Finding a blood-stained cardigan thrown in the bin by George, and learning that he's been lying about where he spends his free time, Wynne goes into Nancy Drew mode to find out what her step-brother is up to. As the evidence appears to mount in the case against George, Wynne grows increasingly torn over whether to turn him in or protect him. Meanwhile, other possible suspects are posited in the form of Wynne's other older step-brother Len (Gregory Phillips), a true crime obsessive who keeps newspaper clippings related to the killings, and a creepy young bus conductor (Simon Ward) who scolds Wynne for the shortness of her skirt while simultaneously leering at her legs.

i start counting review

This era of British filmmaking saw a spate of psychological thrillers that suggested the swinging sixties was entering the hangover period of the '70s.
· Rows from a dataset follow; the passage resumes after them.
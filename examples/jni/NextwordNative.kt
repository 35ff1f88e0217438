// UNTESTED: Kotlin is not installed on the machine this was written on. The same native methods are
// exercised from Java by tests/test_native.py (org/example/nextword/NextwordNative.java + Demo.java).
//
// A Kotlin caller of the JNI shim nextword_jni.c: load the model once, one Session per thread
// (e.g. the input method's main thread), suggest on every keystroke.
package org.example.nextword

import java.io.Closeable

object NextwordNative {
    init { System.loadLibrary("nextword_jni") }   // libnextword_jni.so in the APK's jniLibs/<abi>/

    @JvmStatic external fun open(path: ByteArray): Long
    @JvmStatic external fun close(model: Long)
    @JvmStatic external fun sessionNew(model: Long): Long
    @JvmStatic external fun sessionFree(session: Long)
    @JvmStatic external fun suggest(session: Long, text: ByteArray, k: Int, probs: DoubleArray): ByteArray?
}

data class Suggestion(val word: String, val prob: Double)

/** A model file opened read-only (memory-mapped); share it between threads. */
class NextwordModel(path: String) : Closeable {
    internal val handle: Long = NextwordNative.open(path.toByteArray(Charsets.UTF_8))
    override fun close() = NextwordNative.close(handle)
}

/** Per-thread query state: not thread safe, allocates nothing per call on the native side. */
class Session(model: NextwordModel) : Closeable {
    private val handle = NextwordNative.sessionNew(model.handle)
    private val probs = DoubleArray(64)

    fun suggest(typed: String, k: Int = 3): List<Suggestion> {
        val words = NextwordNative.suggest(handle, typed.toByteArray(Charsets.UTF_8), k, probs) ?: return emptyList()
        if (words.isEmpty()) return emptyList()
        return String(words, Charsets.UTF_8).split('\u0000').mapIndexed { i, w -> Suggestion(w, probs[i]) }
    }

    override fun close() = NextwordNative.sessionFree(handle)
}

fun main(args: Array<String>) {
    NextwordModel(args[0]).use { model ->
        Session(model).use { session ->
            for (typed in args.drop(1)) println("$typed -> ${session.suggest(typed)}")
        }
    }
}
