"""The stored baseline: the production model's scores on the eval set, plus a manifest.

A baseline directory holds

    manifest.json                   the commit point: names the scores file and its sha256
    scores-<sha256[:16]>.parquet    columns id (string), label (bool, True = positive),
                                    score (float64) and weight (float64, when weighted)
    .lock                           an empty file, locked with flock while adopting / loading

``adopt`` writes the scores under a temporary name, fsyncs it, renames it to its content-addressed
final name and fsyncs the directory; only then does it replace ``manifest.json`` (temporary file,
fsync, ``os.replace``, directory fsync), and only after that does it remove superseded scores files
and stale temporary files. A crash at any moment therefore leaves either the old manifest pointing at
the old, intact scores file, or the new manifest pointing at the new one.

``load_baseline`` verifies everything it reads (manifest schema and keys, the scores file's sha256,
the stored table's eval-set fingerprint and counts) and raises :class:`gate.errors.BaselineError`
naming the directory, the file and the cause on any doubt. ``align`` pairs a candidate table with
the baseline by id.

Locking uses ``fcntl.flock`` (POSIX); on network file systems without flock support, concurrent
adopts into one directory are not protected.
"""

from __future__ import annotations

import contextlib
import hashlib
import json
import os
import re
import signal
from collections.abc import Iterator
from dataclasses import dataclass, field
from datetime import UTC, datetime
from pathlib import Path, PurePath
from typing import TYPE_CHECKING, Any, Literal

import numpy as np

from gate._files import fsync_directory, write_bytes_atomic
from gate.errors import BaselineError
from gate.io import ScoreTable, fingerprint, take  # one fingerprint definition: gate.io's

if TYPE_CHECKING:
    from numpy.typing import NDArray

__all__ = [
    "MANIFEST_NAME",
    "SCHEMA",
    "Alignment",
    "Baseline",
    "Manifest",
    "adopt",
    "align",
    "load_baseline",
]

SCHEMA = 1  # bump when the stored format or the fingerprint definition changes
MANIFEST_NAME = "manifest.json"
LOCK_NAME = ".lock"
_TMP_PREFIX = ".tmp-"  # every temporary file adopt creates starts with this
_SCORES_RE = re.compile(r"scores-[0-9a-f]{16}\.parquet")
_HEX64_RE = re.compile(r"[0-9a-f]{64}")
_CREATED_RE = re.compile(r"\d{4}-\d{2}-\d{2}T\d{2}:\d{2}:\d{2}Z")
_HINT_READOPT = "re-adopt with rankgate adopt"
_HINT_READOPT_NEW = "re-adopt with rankgate adopt --new-eval-set"
_EXAMPLES = 3  # example ids per kind of mismatch in messages

# Test-only crash injection (tests/unit/test_baseline.py): when this variable names a stage of
# adopt, the process kills itself with SIGKILL at that stage, as a power cut would.
_CRASH_ENV = "RANKGATE_TEST_CRASH_AT"
CRASH_STAGES = (
    "after-scores-temp",  # scores written and fsynced under a temporary name
    "after-scores-rename",  # scores file at its final name, old manifest still in place
    "after-manifest-temp",  # new manifest written and fsynced under a temporary name
    "after-commit",  # manifest replaced, superseded files not yet removed
)


@dataclass(frozen=True)
class Manifest:
    """What ``manifest.json`` records about an adopted baseline.

    ``note`` and ``source`` are untrusted text: escape them before they reach markdown or XML.
    """

    schema: int
    tool: str
    tool_version: str
    created_utc: str  # ISO 8601, seconds, "Z" suffix
    fingerprint: str  # gate.io.fingerprint of the stored table
    n: int
    n_positive: int
    n_negative: int
    weighted: bool
    scores_file: str  # file name inside the baseline directory
    scores_sha256: str  # hex sha256 of the scores file's bytes
    note: str | None
    source: str  # file name of the candidate that was adopted

    def to_json(self) -> dict[str, Any]:
        """The manifest as a JSON-ready dict (the keys of ``manifest.json``)."""
        return {
            "schema": self.schema,
            "tool": self.tool,
            "tool_version": self.tool_version,
            "created_utc": self.created_utc,
            "fingerprint": self.fingerprint,
            "n": self.n,
            "n_positive": self.n_positive,
            "n_negative": self.n_negative,
            "weighted": self.weighted,
            "scores_file": self.scores_file,
            "scores_sha256": self.scores_sha256,
            "note": self.note,
            "source": self.source,
        }


_MANIFEST_KEYS: dict[str, tuple[type, ...]] = {
    "schema": (int,),
    "tool": (str,),
    "tool_version": (str,),
    "created_utc": (str,),
    "fingerprint": (str,),
    "n": (int,),
    "n_positive": (int,),
    "n_negative": (int,),
    "weighted": (bool,),
    "scores_file": (str,),
    "scores_sha256": (str,),
    "note": (str, type(None)),
    "source": (str,),
}


@dataclass(frozen=True, eq=False)
class Baseline:
    """A verified baseline: the stored table and its manifest."""

    table: ScoreTable
    manifest: Manifest
    directory: str = ""  # the directory as the caller named it (for messages and reports)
Rather than mummies, wolfmen and vampires, the villains of these movies were handsome young men with the sort of faces that adorned teenage girls' bedroom walls. You might theorise that this was something of a conservative reaction by older filmmakers who resented the fun young people had been having in a decade of mass social and cultural revolution, with mini-skirted young women butchered by long-haired pretty boys. But given what we now know about the likes of Jimmy Saville, Jonathan King et al, perhaps they were onto something. The three primary suspects here are all played by actors whom you could picture forming a beat combo together. At a time when young people had recently developed a profound mistrust of their elders, it must have been quite jarring for films to suggest danger lurked among their peers.
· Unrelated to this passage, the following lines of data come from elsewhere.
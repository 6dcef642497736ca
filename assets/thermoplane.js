/* Thermoplane: small browser-side helpers (hover readout, URL, image export). */
window.dash_clientside = Object.assign({}, window.dash_clientside, {
  thermoplane: {
    hover: function (h, store, labels) {
      if (!h || !h.points || !h.points.length || !labels) { return "Hover over the map to read a point."; }
      var p = h.points[0];
      if (p.x === undefined || p.y === undefined) { return window.dash_clientside.no_update; }
      var parts = ["log ρ = " + Number(p.x).toFixed(2), "log T = " + Number(p.y).toFixed(2),
                   "ρ = " + Math.pow(10, p.x).toPrecision(3) + " g cm⁻³", "T = " + Math.pow(10, p.y).toPrecision(3) + " K"];
      var q = store && store.view ? store.view.quantity : null;
      var code = p.customdata;
      if (code === undefined || code === null) {
        var gd = document.querySelector("#plane-graph .js-plotly-plot");
        var t = gd && gd._fullData ? gd._fullData.find(function (d) { return d.type === "heatmap"; }) : null;
        var pn = p.pointNumber;
        if (t && t.customdata && Array.isArray(pn) && t.customdata[pn[0]]) { code = t.customdata[pn[0]][pn[1]]; }
      }
      if (q && q !== "regime" && p.z !== undefined && p.z !== null) {
        var z = Number(p.z);
        var names = labels.categories ? labels.categories[q] : null;
        parts.push((labels.quantities[q] || q) + " = " + (!isFinite(z) ? "—" : (names && names[Math.round(z)] !== undefined ? names[Math.round(z)] : z.toPrecision(4))));
      }
      if (code !== undefined && code !== null && labels.regimes[code] !== undefined) {
        parts.push("regime: " + labels.regimes[code]);
      }
      return parts.join("   ·   ");
    },
    writeUrl: function (store) {
      if (!store || store.query === undefined) { return window.dash_clientside.no_update; }
      var url = window.location.pathname + store.query;
      if (window.location.search !== store.query) { window.history.replaceState(null, "", url); }
      return window.location.origin + url;
    },
    image: function (n, fmt) {
      var gd = document.querySelector("#plane-graph .js-plotly-plot");
      if (!n || !gd || !window.Plotly) { return window.dash_clientside.no_update; }
      window.Plotly.downloadImage(gd, {format: fmt, scale: 3, filename: "thermoplane-map",
                                       width: gd.clientWidth, height: gd.clientHeight});
      return "saved as " + fmt.toUpperCase();
    }
  }
});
I Start Counting combines its thriller aspects with a coming-of-age drama, and as the latter it's rather sweet and often amusing. Much comedy is mined from Wynne's innocence, such as her grilling of an embarrassed priest on the Church's view of incest. Agutter perfectly captures Wynne's contradictory mix of naivete and precociousness. Like many teens, Wynne is torn between wanting to grow up and enter the adult world while wishing to retain the innocence of childhood. The latter is represented by her old family home on the outskirts of town, which she frequently visits, trying to keep it clean despite the wrecking ball edging ever closer to its destruction. There, Wynne recalls happier times in flashbacks, but also a disturbing incident involving a girlfriend of George's that she now links to his new life as a serial killer.

i start counting review

That wrecking ball isn't just coming for Wynne's old home, it's about to turn the '60s into rubble too. I Start Counting seems to know that the party is over, that troubling times lie ahead for Britain, with its film industry but one victim to come. Even the weather is notably nicer in British films from the '60s than those made during the constantly overcast '70s. With its scenes set in rowdy coffee bars and record shops with psychedelic music blasting from listening booths, I Start Counting is something of a time capsule of an era coming to an end. Despite how remarkable she is here and in other youthful turns in the likes of The Railway Children and Walkabout, Agutter never quite got the career she deserved (partly due to the dearth of good female roles in '70s cinema), and like Wynne, I hope she cherished this period as I Start Counting might be her finest work.
Extras:

New interviews with Jenny Agutter and screenwriter Richard Harris; featurette on the work of composer Basil Kirchin; three shorts from the BFI archive on New Towns; Danger on Dartmoor - a 1980 Children's Film Foundation movie scripted by Audrey Erskine Lindop; Don't Be Like Brenda - a cautionary 1973 short on teenage promiscuity; video essay by Chris O'Neill; feature commentary by film historian Samm Deighan; trailer; image gallery.

I Start Counting
 is on blu-ray from BFI on April 19th.